- Occupation: Game designer
- Years active: 1979-present

= Jack Herman =

American game designer

Jack Herman is an American game designer who has worked primarily on role-playing games.

==Career==
In the late 1970s, Jack Herman and Jeff Dee co-created Villains and Vigilantes, the first complete superhero role-playing game. The game was published by Fantasy Games Unlimited in 1979. Dee and Herman convinced Scott Bizar to produce a second edition, which was published in 1982.

When Bizar began publishing a number of original PDFs for Villains and Vigilantes for free through his website in 2010, Dee and Herman contended that their contract was with FGU Inc., and not with Bizar, so that Bizar did not have the rights to publish V&V without FGU. Dee and Herman sent a cease-and-desist letter to Bizar in June 2010 to inform him that he was not permitted to sell their games.
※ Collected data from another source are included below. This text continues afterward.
"""Kill a run at random moments, go on each time, and compare the report with an unbroken run's.

    python tests/validation/kill_and_resume.py examples/strait_wide.toml \
        --out reports/validation/kill_and_resume.md

Moments are uniform over the time that an unbroken run takes; each run is killed once (SIGKILL to
the process alone) and resumed, then one run is killed again and again. Reports are compared byte
for byte without receipt.wall_clock. A moment before the run directory is there or after the
report is written counts too: what is asked is that the report is there in the end.
"""

from __future__ import annotations

import argparse
import json
import random
import signal
import subprocess
import sys
import time
from pathlib import Path
from tempfile import TemporaryDirectory

from write_up import preamble, table

COMMAND = [sys.executable, "-m", "scantling"]


def document(path: Path) -> str:
    """The report without its volatile key."""
    found = json.loads(path.read_text("utf-8"))
    del found["receipt"]["wall_clock"]
    return json.dumps(found, indent=2)


def killed(arguments: list[str], after: float) -> bool:
    """Whether the run was still going when it was killed so many seconds after its start."""
    with subprocess.Popen(
        [*COMMAND, *arguments], stdout=subprocess.DEVNULL, stderr=subprocess.DEVNULL
    ) as running:
        try:
            running.wait(timeout=after)
            return False
        except subprocess.TimeoutExpired:
            running.send_signal(signal.SIGKILL)
            return running.wait() == -signal.SIGKILL


def finish(begin: list[str], folder: Path) -> tuple[str, int]:
    """Go on from the folder, or begin where there is none; what was done, and the status."""
    how = "resume" if folder.is_dir() else "vet"
    arguments = ["resume", str(folder), "--quiet"] if how == "resume" else begin
    return how, subprocess.run([*COMMAND, *arguments], check=False).returncode


def main() -> None:
    """Run, compare and write."""
    parser = argparse.ArgumentParser(description=__doc__.splitlines()[0])
    parser.add_argument("design", type=Path)
    parser.add_argument("--replicates", type=int, default=100)
    parser.add_argument("--workers", type=int, default=1)
    parser.add_argument("--kills", type=int, default=10)
    parser.add_argument("--seed", type=int, default=1)
    parser.add_argument("--out", type=Path, required=True)
    options = parser.parse_args()
    began = time.monotonic()
    rng = random.Random(options.seed)
    stem = options.design.stem
    rows = []
    with TemporaryDirectory() as scratch:

        def begin(out: str) -> list[str]:
            return [
                "vet", str(options.design), "--quiet", "--out", str(Path(scratch) / out),
                "--replicates", str(options.replicates), "--workers", str(options.workers),
            ]  # fmt: skip

        started = time.monotonic()
        status = subprocess.run([*COMMAND, *begin("whole")], check=False).returncode
        length = time.monotonic() - started
        wanted = document(Path(scratch) / "whole" / f"{stem}.json")

        def outcome(out: str, moment: str) -> None:
            folder = Path(scratch) / out / f"{stem}.run"
            units = folder / "units"
            kept = units.stat().st_size if units.exists() else 0
            how, ended = finish(begin(out), folder)
            found = document(Path(scratch) / out / f"{stem}.json")
            same = found == wanted and ended == status and not folder.exists()
            rows.append((moment, f"{kept / 2**20:.1f}", how, "yes" if same else "NO"))

        for place in range(options.kills):
            after = rng.uniform(0, length)
            hit = killed(begin(str(place)), after)
            outcome(str(place), f"{after:.1f} s" + ("" if hit else " (had ended)"))
        folder = Path(scratch) / "often" / f"{stem}.run"
        hits = 0
        for _ in range(options.kills):
            arguments = ["resume", str(folder)] if folder.is_dir() else begin("often")
            hits += killed(arguments, rng.uniform(0, length))
        outcome("often", f"{hits} times in one run")
    good = sum(row[3] == "yes" for row in rows)
    lines = [
        *preamble("Kill a run, resume it, compare the reports", time.monotonic() - began),
        f"An unbroken run takes {length:.1f} s here; {options.workers} worker(s), design"
        f" `{options.design.name}`.",
        "",
        *table(("killed after", "journal, MiB", "then", "identical"), rows),
        f"Identical: {good} of {len(rows)}.",
        "",
    ]
    options.out.write_text("\n".join(lines), encoding="utf-8")
    print("\n".join(lines))
    if good < len(rows):
        sys.exit(1)


if __name__ == "__main__":
    main()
Bizar was offered a license for the right to continue publishing material for Villains & Vigilantes but he had refused this license as of early 2011, and Bizar also refused to enter into arbitration with Dee and Herman, although they have stated that their contract requires arbitration.

Dee and Herman published Villains & Vigilantes version 2.1 in 2010 using their new brand Monkey House Games, which they founded to recover the rights to Villains and Vigilantes, and the company is a partner of Cubicle 7.